◆ Work to complete: Here is the task for the records below: repeat exactly the lines from the one with "restored := w.restore()" to the one with "are listened to.", both included, and nothing else.

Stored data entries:
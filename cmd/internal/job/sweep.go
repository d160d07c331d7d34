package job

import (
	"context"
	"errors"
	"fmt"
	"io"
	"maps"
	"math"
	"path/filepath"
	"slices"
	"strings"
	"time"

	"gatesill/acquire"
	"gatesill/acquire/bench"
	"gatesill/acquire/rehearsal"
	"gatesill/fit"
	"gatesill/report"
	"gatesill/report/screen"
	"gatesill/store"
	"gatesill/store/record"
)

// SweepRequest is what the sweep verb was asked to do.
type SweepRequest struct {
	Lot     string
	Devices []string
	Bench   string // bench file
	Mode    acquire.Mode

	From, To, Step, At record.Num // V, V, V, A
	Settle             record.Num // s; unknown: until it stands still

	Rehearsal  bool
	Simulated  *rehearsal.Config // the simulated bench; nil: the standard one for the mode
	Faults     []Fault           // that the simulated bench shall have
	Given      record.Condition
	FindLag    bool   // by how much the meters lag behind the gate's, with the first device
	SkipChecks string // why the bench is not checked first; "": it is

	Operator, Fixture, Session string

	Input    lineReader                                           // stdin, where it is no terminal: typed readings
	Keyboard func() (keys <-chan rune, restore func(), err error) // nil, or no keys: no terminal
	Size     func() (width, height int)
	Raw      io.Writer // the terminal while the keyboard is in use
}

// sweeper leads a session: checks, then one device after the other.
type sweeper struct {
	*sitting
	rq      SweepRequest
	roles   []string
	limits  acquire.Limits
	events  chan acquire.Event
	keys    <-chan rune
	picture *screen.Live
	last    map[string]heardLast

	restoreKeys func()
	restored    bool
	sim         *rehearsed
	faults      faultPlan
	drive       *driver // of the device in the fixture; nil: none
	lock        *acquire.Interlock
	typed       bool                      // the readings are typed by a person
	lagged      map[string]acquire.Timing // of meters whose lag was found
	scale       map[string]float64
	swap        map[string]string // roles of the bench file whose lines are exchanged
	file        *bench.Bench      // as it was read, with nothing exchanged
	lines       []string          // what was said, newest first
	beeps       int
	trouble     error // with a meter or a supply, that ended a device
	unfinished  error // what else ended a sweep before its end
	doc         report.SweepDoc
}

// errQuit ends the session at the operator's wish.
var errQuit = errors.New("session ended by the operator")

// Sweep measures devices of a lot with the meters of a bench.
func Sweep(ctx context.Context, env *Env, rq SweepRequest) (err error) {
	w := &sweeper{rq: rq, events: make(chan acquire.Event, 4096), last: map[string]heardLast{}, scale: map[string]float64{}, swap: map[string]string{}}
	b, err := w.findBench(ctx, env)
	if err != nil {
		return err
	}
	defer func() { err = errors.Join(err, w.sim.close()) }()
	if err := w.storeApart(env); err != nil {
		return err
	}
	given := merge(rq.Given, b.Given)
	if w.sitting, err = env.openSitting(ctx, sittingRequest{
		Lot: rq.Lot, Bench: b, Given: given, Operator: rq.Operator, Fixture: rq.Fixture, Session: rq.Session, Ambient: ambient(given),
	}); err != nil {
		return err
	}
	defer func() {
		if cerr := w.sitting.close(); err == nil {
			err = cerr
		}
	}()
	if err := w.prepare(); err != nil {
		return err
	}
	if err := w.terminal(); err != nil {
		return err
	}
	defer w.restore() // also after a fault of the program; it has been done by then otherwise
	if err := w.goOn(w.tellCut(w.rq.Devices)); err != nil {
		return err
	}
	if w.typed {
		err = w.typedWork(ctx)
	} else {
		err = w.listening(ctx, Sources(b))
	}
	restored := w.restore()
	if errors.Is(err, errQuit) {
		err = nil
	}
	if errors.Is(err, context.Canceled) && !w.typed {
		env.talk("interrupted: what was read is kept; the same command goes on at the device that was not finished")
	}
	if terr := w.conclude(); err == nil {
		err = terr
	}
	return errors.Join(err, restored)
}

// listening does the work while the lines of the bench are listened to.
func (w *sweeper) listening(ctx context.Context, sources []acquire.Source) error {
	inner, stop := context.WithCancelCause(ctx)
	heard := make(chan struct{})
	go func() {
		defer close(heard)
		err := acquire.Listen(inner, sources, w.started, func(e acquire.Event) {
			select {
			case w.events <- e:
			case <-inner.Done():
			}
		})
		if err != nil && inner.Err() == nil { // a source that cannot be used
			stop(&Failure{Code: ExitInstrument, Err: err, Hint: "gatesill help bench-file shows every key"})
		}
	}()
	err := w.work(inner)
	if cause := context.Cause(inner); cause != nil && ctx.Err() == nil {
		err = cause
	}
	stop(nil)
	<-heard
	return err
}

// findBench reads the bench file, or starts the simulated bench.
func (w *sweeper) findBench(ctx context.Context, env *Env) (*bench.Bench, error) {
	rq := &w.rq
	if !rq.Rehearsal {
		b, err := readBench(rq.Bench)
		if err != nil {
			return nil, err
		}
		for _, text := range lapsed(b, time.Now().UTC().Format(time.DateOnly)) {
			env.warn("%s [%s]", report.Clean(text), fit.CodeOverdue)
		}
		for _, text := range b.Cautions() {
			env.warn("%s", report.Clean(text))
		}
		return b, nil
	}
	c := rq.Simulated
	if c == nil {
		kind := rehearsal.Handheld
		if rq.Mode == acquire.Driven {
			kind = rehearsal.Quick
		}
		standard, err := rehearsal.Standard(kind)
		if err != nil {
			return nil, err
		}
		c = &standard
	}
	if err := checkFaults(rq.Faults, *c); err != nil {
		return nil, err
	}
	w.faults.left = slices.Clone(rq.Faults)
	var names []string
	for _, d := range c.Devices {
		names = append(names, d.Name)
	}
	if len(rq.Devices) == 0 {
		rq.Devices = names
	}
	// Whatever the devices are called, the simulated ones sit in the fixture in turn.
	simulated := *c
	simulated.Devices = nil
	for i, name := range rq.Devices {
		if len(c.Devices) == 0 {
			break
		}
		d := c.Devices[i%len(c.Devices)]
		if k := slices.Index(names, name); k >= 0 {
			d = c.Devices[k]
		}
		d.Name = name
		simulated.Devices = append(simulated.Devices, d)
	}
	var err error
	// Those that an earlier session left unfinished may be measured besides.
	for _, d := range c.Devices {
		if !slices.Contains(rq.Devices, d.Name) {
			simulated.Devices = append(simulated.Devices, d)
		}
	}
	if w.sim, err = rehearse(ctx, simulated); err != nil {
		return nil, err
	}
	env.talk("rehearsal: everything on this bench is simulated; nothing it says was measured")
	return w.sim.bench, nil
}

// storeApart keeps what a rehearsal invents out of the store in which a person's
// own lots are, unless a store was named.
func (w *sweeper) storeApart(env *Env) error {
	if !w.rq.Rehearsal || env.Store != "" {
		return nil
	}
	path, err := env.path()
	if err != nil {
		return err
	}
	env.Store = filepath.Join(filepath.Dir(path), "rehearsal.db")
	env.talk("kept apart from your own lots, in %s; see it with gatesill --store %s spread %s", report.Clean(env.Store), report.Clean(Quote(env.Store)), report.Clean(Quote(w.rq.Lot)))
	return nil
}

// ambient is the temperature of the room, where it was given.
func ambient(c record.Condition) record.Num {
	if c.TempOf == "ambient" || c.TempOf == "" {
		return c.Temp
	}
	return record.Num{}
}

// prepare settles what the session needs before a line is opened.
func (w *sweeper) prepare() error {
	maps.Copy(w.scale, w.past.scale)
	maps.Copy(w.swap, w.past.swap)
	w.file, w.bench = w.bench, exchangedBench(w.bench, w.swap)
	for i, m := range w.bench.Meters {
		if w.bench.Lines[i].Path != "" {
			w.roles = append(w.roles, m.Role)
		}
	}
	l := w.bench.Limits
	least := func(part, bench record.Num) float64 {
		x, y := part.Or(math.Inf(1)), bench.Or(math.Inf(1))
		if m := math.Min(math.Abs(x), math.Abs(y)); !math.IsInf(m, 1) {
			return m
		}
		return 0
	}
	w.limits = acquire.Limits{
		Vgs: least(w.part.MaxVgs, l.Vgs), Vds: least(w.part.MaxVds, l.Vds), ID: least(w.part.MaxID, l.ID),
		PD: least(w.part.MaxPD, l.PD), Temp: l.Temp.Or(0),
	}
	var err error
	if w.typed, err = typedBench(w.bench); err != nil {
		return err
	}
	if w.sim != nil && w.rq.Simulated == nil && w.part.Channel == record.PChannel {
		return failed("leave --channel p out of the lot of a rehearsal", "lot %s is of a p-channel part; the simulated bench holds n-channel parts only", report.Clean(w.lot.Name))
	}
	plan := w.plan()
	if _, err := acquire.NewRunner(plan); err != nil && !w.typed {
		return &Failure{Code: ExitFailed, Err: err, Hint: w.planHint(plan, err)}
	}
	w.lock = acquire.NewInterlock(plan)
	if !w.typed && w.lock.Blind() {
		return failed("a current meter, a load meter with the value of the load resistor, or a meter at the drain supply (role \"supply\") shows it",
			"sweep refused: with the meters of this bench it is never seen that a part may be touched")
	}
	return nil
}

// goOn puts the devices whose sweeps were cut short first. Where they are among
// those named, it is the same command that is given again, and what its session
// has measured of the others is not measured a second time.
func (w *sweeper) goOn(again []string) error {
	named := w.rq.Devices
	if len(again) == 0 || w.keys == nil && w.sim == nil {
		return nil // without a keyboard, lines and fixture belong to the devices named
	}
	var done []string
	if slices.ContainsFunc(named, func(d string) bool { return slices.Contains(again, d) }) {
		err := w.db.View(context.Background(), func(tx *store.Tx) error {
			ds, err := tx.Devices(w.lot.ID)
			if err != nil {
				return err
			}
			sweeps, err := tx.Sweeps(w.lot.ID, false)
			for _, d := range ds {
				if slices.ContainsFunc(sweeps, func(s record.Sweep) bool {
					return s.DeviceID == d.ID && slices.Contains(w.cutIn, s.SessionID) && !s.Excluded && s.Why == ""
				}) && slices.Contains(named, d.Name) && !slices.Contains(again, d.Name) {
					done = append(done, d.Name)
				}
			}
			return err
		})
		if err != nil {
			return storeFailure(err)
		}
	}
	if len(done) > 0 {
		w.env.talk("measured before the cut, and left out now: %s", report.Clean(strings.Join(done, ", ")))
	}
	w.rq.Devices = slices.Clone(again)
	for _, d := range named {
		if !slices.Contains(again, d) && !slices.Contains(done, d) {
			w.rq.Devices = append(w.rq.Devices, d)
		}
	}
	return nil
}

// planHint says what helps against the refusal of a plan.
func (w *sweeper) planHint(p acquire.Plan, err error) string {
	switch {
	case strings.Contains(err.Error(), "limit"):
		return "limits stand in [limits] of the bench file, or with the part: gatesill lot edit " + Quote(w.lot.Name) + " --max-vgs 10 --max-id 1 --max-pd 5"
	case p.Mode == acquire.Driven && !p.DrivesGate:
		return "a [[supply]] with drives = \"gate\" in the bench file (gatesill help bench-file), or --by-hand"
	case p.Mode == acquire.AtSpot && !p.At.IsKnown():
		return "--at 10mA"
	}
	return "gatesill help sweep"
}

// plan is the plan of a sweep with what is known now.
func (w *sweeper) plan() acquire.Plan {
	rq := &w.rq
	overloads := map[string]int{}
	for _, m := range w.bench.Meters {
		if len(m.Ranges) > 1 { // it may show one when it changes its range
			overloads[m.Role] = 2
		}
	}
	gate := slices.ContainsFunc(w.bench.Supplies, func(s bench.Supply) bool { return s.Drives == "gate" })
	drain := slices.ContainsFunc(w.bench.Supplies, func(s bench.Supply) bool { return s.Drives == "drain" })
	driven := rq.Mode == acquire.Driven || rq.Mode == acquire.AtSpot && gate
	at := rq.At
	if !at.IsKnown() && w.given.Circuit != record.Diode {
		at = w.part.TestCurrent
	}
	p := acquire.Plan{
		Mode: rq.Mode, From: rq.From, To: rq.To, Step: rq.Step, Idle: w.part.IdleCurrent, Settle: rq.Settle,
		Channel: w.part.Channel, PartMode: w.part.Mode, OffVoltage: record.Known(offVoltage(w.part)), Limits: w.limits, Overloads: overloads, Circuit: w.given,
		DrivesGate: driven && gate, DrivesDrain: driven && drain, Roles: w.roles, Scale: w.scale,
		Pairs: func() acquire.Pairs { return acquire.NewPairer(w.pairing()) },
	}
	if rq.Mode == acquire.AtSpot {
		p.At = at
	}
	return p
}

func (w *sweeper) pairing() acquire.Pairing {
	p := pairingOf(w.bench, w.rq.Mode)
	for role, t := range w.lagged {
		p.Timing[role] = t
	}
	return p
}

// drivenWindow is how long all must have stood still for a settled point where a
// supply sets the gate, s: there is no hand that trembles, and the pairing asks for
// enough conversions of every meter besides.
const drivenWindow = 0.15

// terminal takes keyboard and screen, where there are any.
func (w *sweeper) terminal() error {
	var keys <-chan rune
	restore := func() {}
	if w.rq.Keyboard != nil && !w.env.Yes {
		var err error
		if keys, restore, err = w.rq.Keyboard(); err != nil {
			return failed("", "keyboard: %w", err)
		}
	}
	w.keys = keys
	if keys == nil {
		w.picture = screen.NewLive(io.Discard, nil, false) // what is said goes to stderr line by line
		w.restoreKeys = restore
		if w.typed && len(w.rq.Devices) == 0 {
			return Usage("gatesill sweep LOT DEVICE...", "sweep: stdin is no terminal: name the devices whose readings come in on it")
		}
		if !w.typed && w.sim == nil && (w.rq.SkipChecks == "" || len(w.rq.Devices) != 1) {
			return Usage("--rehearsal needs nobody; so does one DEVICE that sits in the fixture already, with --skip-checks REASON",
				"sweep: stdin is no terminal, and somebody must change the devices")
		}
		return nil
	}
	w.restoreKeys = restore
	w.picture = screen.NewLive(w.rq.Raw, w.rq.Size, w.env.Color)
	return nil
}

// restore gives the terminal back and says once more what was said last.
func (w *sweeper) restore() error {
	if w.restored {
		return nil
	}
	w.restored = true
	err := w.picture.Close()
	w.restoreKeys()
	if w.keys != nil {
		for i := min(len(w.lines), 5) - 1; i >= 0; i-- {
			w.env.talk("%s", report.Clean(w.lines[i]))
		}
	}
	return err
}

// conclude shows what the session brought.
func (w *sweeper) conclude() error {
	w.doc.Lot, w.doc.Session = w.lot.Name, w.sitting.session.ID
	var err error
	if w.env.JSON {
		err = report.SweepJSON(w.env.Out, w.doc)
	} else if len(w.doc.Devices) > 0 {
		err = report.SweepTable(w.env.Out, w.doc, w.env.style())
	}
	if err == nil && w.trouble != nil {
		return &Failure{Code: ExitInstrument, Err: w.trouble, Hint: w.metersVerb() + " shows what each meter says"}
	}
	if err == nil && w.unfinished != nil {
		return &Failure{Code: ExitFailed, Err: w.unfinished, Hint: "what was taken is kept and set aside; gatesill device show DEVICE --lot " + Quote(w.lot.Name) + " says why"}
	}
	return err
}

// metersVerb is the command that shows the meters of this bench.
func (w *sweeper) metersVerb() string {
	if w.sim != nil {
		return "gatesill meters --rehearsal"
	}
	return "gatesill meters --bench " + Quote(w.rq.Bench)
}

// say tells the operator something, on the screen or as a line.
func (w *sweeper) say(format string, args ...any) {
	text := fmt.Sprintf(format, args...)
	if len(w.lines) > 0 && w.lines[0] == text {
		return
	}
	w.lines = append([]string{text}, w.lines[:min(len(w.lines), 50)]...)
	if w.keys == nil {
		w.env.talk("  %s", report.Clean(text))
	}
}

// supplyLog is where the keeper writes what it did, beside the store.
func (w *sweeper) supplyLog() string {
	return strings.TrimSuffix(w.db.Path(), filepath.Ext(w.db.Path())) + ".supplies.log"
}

◆ Solution:
	restored := w.restore()
	if errors.Is(err, errQuit) {
		err = nil
	}
	if errors.Is(err, context.Canceled) && !w.typed {
		env.talk("interrupted: what was read is kept; the same command goes on at the device that was not finished")
	}
	if terr := w.conclude(); err == nil {
		err = terr
	}
	return errors.Join(err, restored)
}

// listening does the work while the lines of the bench are listened to.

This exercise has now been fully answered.